A la fin du repas, Ismail me montre une vidéo de sa libération : dans le couloir sombre du bloc, au milieu d'un bruit indescriptible et des tirs des rebelles qui brisent les serrures des portes, les hommes crient, dansent, courent, pleurent, invoquent Dieu . Ismail, émacié et rasé, se tient la tête entre les mains et tente ensuite de diriger ses libérateurs vers d'autres cellules. Chaque fois qu’une porte est forcée, une marée d’hommes se précipite dehors en criant « Allah est grand ! et embrassant leurs sauveurs ; Au sol, deux hommes handicapés tentent de ramper vers la sortie. C'était le 8 décembre dernier, vers trois heures du matin. À 22 heures, grâce à des personnes venues récupérer l'un de ses codétenus, Ismail était déjà à Homs.

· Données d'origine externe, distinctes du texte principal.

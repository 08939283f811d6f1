import { describe, expect, it } from 'vitest';
import { FLOOR_DEFAULTS } from '$lib/floor/tile';
import { siteFloorSettings } from './floor-settings';

describe('siteFloorSettings', () => {
	it('reads the site thresholds from the environment it is given', () => {
		expect(siteFloorSettings({ FLOOR_TENSION_CHECK_EVERY_DAYS: '14' })).toEqual({
			...FLOOR_DEFAULTS,
			tensionCheckEveryDays: 14
		});
	});
	it('stops with the variable named when a value is malformed', () => {
		expect(() => siteFloorSettings({ FLOOR_STALL_MINUTES: '10 min' })).toThrow(
			/FLOOR_STALL_MINUTES="10 min": must be a whole number from 1 to 1440/
		);
	});
});
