/**
 * The site's shift definition from the environment (SHIFT_STARTS, SITE_TIME_ZONE), read once.
 * The computation is the pure `$lib/floor/shifts`.
 */
import { shiftSettingsFrom, type ShiftSettings } from '$lib/floor/shifts';

let cached: ShiftSettings | null = null;

/**
 * The site's shifts: `SHIFT_STARTS` (default `06:00,14:00,22:00`) on the wall clock of
 * `SITE_TIME_ZONE` (default `UTC`).
 * @throws Error naming the setting when a value is malformed (start-up stops with it).
 */
export function siteShiftSettings(env: NodeJS.ProcessEnv = process.env): ShiftSettings {
	if (env === process.env && cached) return cached;
	const result = shiftSettingsFrom(env);
	if (!result.ok) throw new Error(result.message);
	if (env === process.env) cached = result.value;
	return result.value;
}
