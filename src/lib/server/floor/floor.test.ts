import { afterEach, beforeEach, describe, expect, it } from 'vitest';
import { openTestDatabase } from '../testing';
import { ingestSpiFile } from '../ingest/ingest-service';
import { addPasteEvent } from '../printlog/paste-lots';
import { endRun, startRun } from '../printlog/print-runs';
import { seedPrintlogFixture, runPayload } from '../printlog/test-fixtures';
import { addStencilLifeEntry } from '../printlog/stencil-life';
import { spcCharacteristics, spcLimitVersions, spcSignals, mailOutbox } from '../db/schema';
import { subscribeFloorEvents, type PublishedFloorEvent } from './events';
import { eventsAfter, eventId, openStream, stopLiveOverview, DEBOUNCE_MS } from './live';
import { FACTS_MAX_AGE_MS, lineOverview } from './overview';
import {
	assignSignal,
	AssignError,
	escalateAfterMinutes,
	escalateOverdueSignals
} from './signal-owners';
import { clearCapabilityCache } from './capability-cache';

const HEADER =
	'board_serial,inspected_at,line,product,panel_index,refdes,pad,volume_pct,area_pct,height_um,offset_x_um,offset_y_um,result';

async function* once(text: string) {
	yield new TextEncoder().encode(text);
}

/** Boards on L1 at the given times, 2 pads each; `fail` marks boards with a failing pad. */
function spiFile(tag: string, times: number[], fail: (i: number) => boolean = () => false) {
	const rows = [HEADER];
	times.forEach((ms, i) => {
		const at = new Date(ms).toISOString();
		rows.push(`${tag}-${i},${at},L1,P1,0,C1,1,${100 + i},100,120,-2,3,pass`);
		rows.push(
			`${tag}-${i},${at},L1,P1,0,C2,1,${100 + i},100,124,2,-3,${fail(i) ? 'fail' : 'pass'}`
		);
	});
	return rows.join('\n') + '\n';
}

let t: ReturnType<typeof openTestDatabase>;
let fx: ReturnType<typeof seedPrintlogFixture>;
beforeEach(() => {
	t = openTestDatabase();
	fx = seedPrintlogFixture(t.db);
	clearCapabilityCache();
});
afterEach(() => {
	stopLiveOverview();
	t.close();
});

const tileOf = (code: string, now = Date.now()) =>
	lineOverview(t.db, now).lines.find((l) => l.lineCode === code)!;

describe('line overview from the database', () => {
	it('idle lines without a run; a started run with its stencil, paste and SPI boards', async () => {
		const before = lineOverview(t.db);
		expect(before.lines.map((l) => [l.lineCode, l.state])).toEqual([
			['L1', 'idle'],
			['L2', 'idle']
		]);
		expect(typeof before.at).toBe('string');

		const now = Date.now();
		addPasteEvent(
			t.db,
			'LOT-OK',
			{ event: 'out-of-cold-storage', at: new Date(now - 6 * 3_600_000).toISOString() },
			fx.actors.technician
		);
		addPasteEvent(
			t.db,
			'LOT-OK',
			{ event: 'opened', at: new Date(now - 2 * 3_600_000).toISOString() },
			fx.actors.technician
		);
		addPasteEvent(
			t.db,
			'LOT-OK',
			{ event: 'on-stencil', at: new Date(now - 60 * 60_000).toISOString() },
			fx.actors.technician
		);
		const run = startRun(
			t.db,
			runPayload({
				startedAt: new Date(now - 30 * 60_000).toISOString(),
				parameters: { ...runPayload().parameters, wipeIntervalPrints: 4 }
			}) as never,
			fx.actors.technician
		);
		// 10 boards in the last 5 minutes, 3 of them with a failing pad.
		const times = Array.from({ length: 10 }, (_, i) => now - (10 - i) * 30_000);
		const outcome = await ingestSpiFile(t.db, {
			source: 'api',
			fileName: 'a.csv',
			body: once(spiFile('FL', times, (i) => i >= 7)),
			createdBy: 'user:1'
		});
		expect(outcome.status).toBe('imported');

		const tile = tileOf('L1', now);
		expect(tile.state).toBe('attention');
		expect(tile.product).toEqual({ code: 'P1', name: 'Board 1' });
		// ST-GOOD's name tells no side; its approval for P1 says top.
		expect(tile.side).toBe('top');
		expect(tile.run).toMatchObject({ id: run.id, boardsPrinted: 10 });
		// The three newest boards fail: 7 of 10 pass.
		expect(tile.spi).toMatchObject({ boards: 10, passRateLast10Pct: 70, passRateLast100Pct: 70 });
		// Board means: volume 100 + i over i = 0..9 → 104.5; height (120 + 124) / 2; offsets 0.
		expect(tile.spi.volumePct).toEqual({ mean: 104.5, target: 100, boards: 10 });
		expect(tile.spi.heightUm).toEqual({ mean: 122, target: 127, boards: 10 });
		expect(tile.stencil).toMatchObject({
			name: 'ST-GOOD',
			printCount: 10,
			printsSinceClean: 10,
			lastTensionAt: null
		});
		expect(tile.paste).toMatchObject({
			lotNumber: 'LOT-OK',
			minutesOnStencil: 60,
			maxOnStencilMinutes: 480
		});
		const due = Object.fromEntries(tile.due.map((d) => [d.key, d]));
		expect(due['tension-check'].status).toBe('due');
		// 10 prints with a wipe every 4: the next in 2.
		expect(due.wipe).toMatchObject({ remainingPrints: 2 });
		expect(due['paste-on-stencil']).toMatchObject({ status: 'ok', remainingMinutes: 420 });

		addStencilLifeEntry(
			t.db,
			fx.stencilIds.good,
			{ kind: 'tension', readingsNPerCm: [40, 41, 39, 42, 40] },
			fx.actors.technician
		);
		addStencilLifeEntry(
			t.db,
			fx.stencilIds.good,
			{ kind: 'cleaning', detail: 'wet wipe, IPA' },
			fx.actors.technician
		);
		const after = tileOf('L1');
		expect(after.stencil).toMatchObject({ printsSinceClean: 0 });
		expect(after.due.find((d) => d.key === 'tension-check')!.status).toBe('ok');

		endRun(t.db, run.id, { boardsPrinted: 10 }, fx.actors.technician);
		expect(tileOf('L1')).toMatchObject({ state: 'idle', run: null });
	});
});

describe('key characteristics on the tile', () => {
	it("each active chart of the run's product and line with the capability verdict and its target", async () => {
		const { createCharacteristic } = await import('../spc/characteristics');
		const chart = createCharacteristic(
			t.db,
			{
				name: 'Paste volume · P1',
				productId: 1,
				lineIds: [],
				measure: 'volume-pct',
				chartKind: 'i-mr',
				lsl: 60,
				target: 105,
				usl: 140
			},
			fx.actors.engineer
		);
		startRun(t.db, runPayload() as never, fx.actors.technician);
		const now = Date.now();
		const times = Array.from({ length: 12 }, (_, i) => now - (12 - i) * 30_000);
		await ingestSpiFile(t.db, {
			source: 'api',
			fileName: 'c.csv',
			body: once(spiFile('CH', times)),
			createdBy: 'user:1'
		});
		const tile = tileOf('L1');
		expect(tile.characteristics).toHaveLength(1);
		const c = tile.characteristics[0];
		expect(c).toMatchObject({
			id: chart.id,
			name: 'Paste volume · P1',
			measure: 'volume-pct',
			openSignals: 0
		});
		expect(['not-stable', 'capable', 'marginal', 'not-capable', 'not-assessed']).toContain(c.level);
		// The chart's own target replaces the nominal 100 % for the volume mean.
		expect(tile.spi.volumePct.target).toBe(105);
		// L2 runs nothing: no characteristics shown.
		expect(tileOf('L2').characteristics).toEqual([]);
	});
});

describe('the facts cache', () => {
	it('re-reads a line after an event at once, after a change without an event within 30 s', () => {
		const now = Date.now();
		expect(tileOf('L1', now).lineName).toBe('Line 1');
		// A change behind the services' back (no event): the cached facts stand until they age out.
		t.db.$client.prepare(`update lines set name = 'Line one' where code = 'L1'`).run();
		expect(tileOf('L1', now + 1000).lineName).toBe('Line 1');
		expect(tileOf('L1', now + FACTS_MAX_AGE_MS + 1).lineName).toBe('Line one');
		t.db.$client.prepare(`update lines set name = 'Line uno' where code = 'L1'`).run();
		// A run started on L1 publishes an event: the next read has the new facts.
		startRun(t.db, runPayload() as never, fx.actors.technician);
		expect(tileOf('L1', now + FACTS_MAX_AGE_MS + 2)).toMatchObject({
			lineName: 'Line uno',
			run: { boardsPrinted: 0 }
		});
	});
});

describe('events and the stream', () => {
	it('services publish: run started, SPI import, paste and stencil events', async () => {
		const seen: PublishedFloorEvent[] = [];
		const stop = subscribeFloorEvents((e) => seen.push(e));
		const run = startRun(t.db, runPayload() as never, fx.actors.technician);
		await ingestSpiFile(t.db, {
			source: 'api',
			fileName: 'b.csv',
			body: once(spiFile('EV', [Date.now()])),
			createdBy: 'user:1'
		});
		addPasteEvent(t.db, 'LOT-OK', { event: 'out-of-cold-storage' }, fx.actors.technician);
		addStencilLifeEntry(
			t.db,
			fx.stencilIds.good,
			{ kind: 'cleaning', detail: 'wipe' },
			fx.actors.technician
		);
		await new Promise((r) => setTimeout(r, 0));
		stop();
		expect(seen.map((e) => e.kind)).toEqual(['run', 'spi-import', 'paste-lot', 'stencil']);
		expect(seen[0]).toMatchObject({ what: 'started', runId: run.id });
	});

	it('a burst of events on a line sends one tile; Last-Event-ID resumes after it', async () => {
		const reader = openStream(t.db, null).body!.getReader();
		const decoder = new TextDecoder();
		let text = '';
		const readUntil = async (pattern: RegExp) => {
			while (!pattern.test(text)) {
				const { value, done } = await reader.read();
				if (done) throw new Error('stream ended');
				text += decoder.decode(value);
			}
		};
		await readUntil(/event: snapshot/);
		expect(text.match(/event: line/g)).toHaveLength(2);
		text = '';
		const run = startRun(t.db, runPayload() as never, fx.actors.technician);
		addPasteEvent(t.db, 'LOT-OK', { event: 'out-of-cold-storage' }, fx.actors.technician);
		addStencilLifeEntry(
			t.db,
			fx.stencilIds.good,
			{ kind: 'cleaning', detail: 'wipe' },
			fx.actors.technician
		);
		await new Promise((r) => setTimeout(r, DEBOUNCE_MS + 100));
		await readUntil(/event: line\ndata: .*\n\n/);
		// Three events, one line, one tile.
		expect(text.match(/event: line/g)).toHaveLength(1);
		const id = /id: (\S+)\nevent: line/.exec(text)![1];
		const tile = JSON.parse(/event: line\ndata: (.*)\n/.exec(text)![1]);
		expect(tile).toMatchObject({ lineCode: 'L1', run: { id: run.id } });
		await reader.cancel();

		// A client that saw the snapshot (id before the tile) gets exactly the missed tile.
		const beforeSeq = Number(id.split('.')[1]) - 1;
		const missed = eventsAfter(eventId(beforeSeq))!;
		expect(missed.map((e) => e.event)).toEqual(['line']);
		expect(eventsAfter(id)).toEqual([]);
		// Unknown ids (another server process, garbage, the future) cannot resume.
		expect(eventsAfter('00000000.1')).toBeNull();
		expect(eventsAfter('nonsense')).toBeNull();
		expect(eventsAfter(eventId(Number(id.split('.')[1]) + 5))).toBeNull();

		const resumed = openStream(t.db, eventId(beforeSeq)).body!.getReader();
		const first = decoder.decode((await resumed.read()).value);
		expect(first).toContain(`id: ${id}\nevent: line`);
		expect(first).not.toContain('event: snapshot');
		await resumed.cancel();
	});
});

describe('signals with owners', () => {
	function seedSignal(createdAt: Date) {
		const c = t.db
			.insert(spcCharacteristics)
			.values({
				name: 'Volume C1',
				productId: 1,
				lineIds: [],
				measure: 'volume-pct',
				padSelection: { kind: 'all' },
				chartKind: 'i-mr',
				rules: ['1']
			})
			.returning()
			.get();
		const v = t.db
			.insert(spcLimitVersions)
			.values({ characteristicId: c.id, version: 1, limits: {}, baselinePoints: 20, excluded: [] })
			.returning()
			.get();
		return t.db
			.insert(spcSignals)
			.values({
				characteristicId: c.id,
				limitVersionId: v.id,
				rule: '1',
				chartPart: 'location',
				pointKey: 'board:1',
				pointKeys: ['board:1'],
				boardIds: [],
				createdAt
			})
			.returning()
			.get();
	}

	it('assigns an owner (audited), refuses unknown people and acknowledged signals', () => {
		const s = seedSignal(new Date());
		const owner = assignSignal(t.db, s.id, fx.actors.technician.id!, fx.actors.quality);
		expect(owner.assignee).toMatchObject({
			id: fx.actors.technician.kind === 'user' ? fx.actors.technician.id : 0,
			name: 'T technician'
		});
		const audit = t.db.$client
			.prepare(`select action, before, after from audit_log where action = 'assign-signal'`)
			.all();
		expect(audit).toHaveLength(1);
		expect(() => assignSignal(t.db, s.id, 9999, fx.actors.quality)).toThrow(AssignError);
		expect(() => assignSignal(t.db, 424242, null, fx.actors.quality)).toThrow(/No signal/);
		t.db.$client.prepare(`update spc_signals set ack_at = ? where id = ?`).run(Date.now(), s.id);
		expect(() => assignSignal(t.db, s.id, null, fx.actors.quality)).toThrow(/acknowledged/);
	});

	it('escalates an open signal older than the delay once, to its owner', async () => {
		const old = seedSignal(new Date(Date.now() - 90 * 60_000));
		const fresh = t.db
			.insert(spcSignals)
			.values({
				characteristicId: old.characteristicId,
				limitVersionId: old.limitVersionId,
				rule: '1',
				chartPart: 'location',
				pointKey: 'board:2',
				pointKeys: ['board:2'],
				boardIds: []
			})
			.returning()
			.get();
		assignSignal(t.db, old.id, fx.actors.technician.id!, fx.actors.quality);
		expect(await escalateOverdueSignals(t.db, 60)).toEqual([old.id]);
		expect(await escalateOverdueSignals(t.db, 60)).toEqual([]);
		const mails = t.db.select().from(mailOutbox).all();
		expect(mails).toHaveLength(1);
		expect(mails[0]).toMatchObject({
			toAddresses: 'technician@t.example',
			kind: 'signal-escalation'
		});
		expect(mails[0].textBody).toContain('Volume C1');
		const escalated = t.db.$client
			.prepare(`select id, escalated_at is not null as done from spc_signals order by id`)
			.all();
		expect(escalated).toEqual([
			{ id: old.id, done: 1 },
			{ id: fresh.id, done: 0 }
		]);
	});

	it('SIGNAL_ESCALATE_MINUTES: default 60, 0 off, a typo keeps the default', () => {
		expect(escalateAfterMinutes({})).toBe(60);
		expect(escalateAfterMinutes({ SIGNAL_ESCALATE_MINUTES: '15' })).toBe(15);
		expect(escalateAfterMinutes({ SIGNAL_ESCALATE_MINUTES: '0' })).toBe(0);
		expect(escalateAfterMinutes({ SIGNAL_ESCALATE_MINUTES: 'ten' })).toBe(60);
	});
});

describe('display tokens', () => {
	it('a viewer token in the query identifies a wall screen on the display paths only', async () => {
		const { createApiToken } = await import('../tokens');
		const { displayIdentity } = await import('./display-token');
		const viewer = createApiToken(t.db, { name: 'wall', role: 'viewer' }, fx.actors.admin).token;
		const engineer = createApiToken(t.db, { name: 'eng', role: 'engineer' }, fx.actors.admin).token;
		const q = (token: string) => new URLSearchParams({ token });
		expect(displayIdentity(t.db, '/wall', q(viewer))).toMatchObject({
			actor: { kind: 'token', role: 'viewer' }
		});
		expect(displayIdentity(t.db, '/api/lines/stream', q(viewer))).toMatchObject({
			actor: { role: 'viewer' }
		});
		expect(displayIdentity(t.db, '/api/lines/overview', q(engineer))).toEqual({
			error: 'A display token must be an API token of role viewer (read-only).'
		});
		expect(displayIdentity(t.db, '/wall', q('rb_nonsense'))).toEqual({
			error: 'The display token is malformed.'
		});
		// Elsewhere the query is ignored: the Authorization header is the only way in.
		expect(displayIdentity(t.db, '/api/print-runs', q(viewer))).toBeNull();
		expect(displayIdentity(t.db, '/wall', new URLSearchParams())).toBeNull();
	});
});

Lorsqu'il a finalement revu son fils, il n'a pas parlé pendant trois jours. "Et maintenant ?". « Maintenant, il est un peu jaloux que son père couche avec sa mère et qu'il doive dormir seul dans le salon. Mais il s'en remettra. Sa mère est déjà enceinte de deux mois. » Il sourit, et ce sourire illumine son visage émacié : « Tout va bien. » Il tend la main pour caresser les cheveux du petit Ali. « J’ai encore beaucoup de cauchemars », dit-il finalement doucement. « Mes cris réveillent mon fils. Il sait tout ce qui s'est passé. »
Des milliers de disparusJ'avais déjà visité Saidnaya dix jours plus tôt. La prison est située à 30 kilomètres de Damas, dans les montagnes arides de la chaîne de l'Anti-Liban. Dès qu'on quitte Al Tal, il apparaît au sommet d'une colline dominant la route, trapu, à moitié en ruine, ses longs murs aux étroites ouvertures brillant au soleil, étalant sa cruauté à tous ceux qui passent en route vers les villages chrétiens plus loin ou vers le luxueux Sheraton où Maher al-Assad et Asma, la femme de Bachar, venaient faire la fête pendant l'âge d'or du régime. Plus de 30 000 hommes sont passés par cette prison, et seulement 3 000 ou 4 000 s'y trouvaient encore au moment de leur libération. Les corps des autres ont disparu , brûlés ou enterrés dans des fosses communes ; on ne le sait pas encore.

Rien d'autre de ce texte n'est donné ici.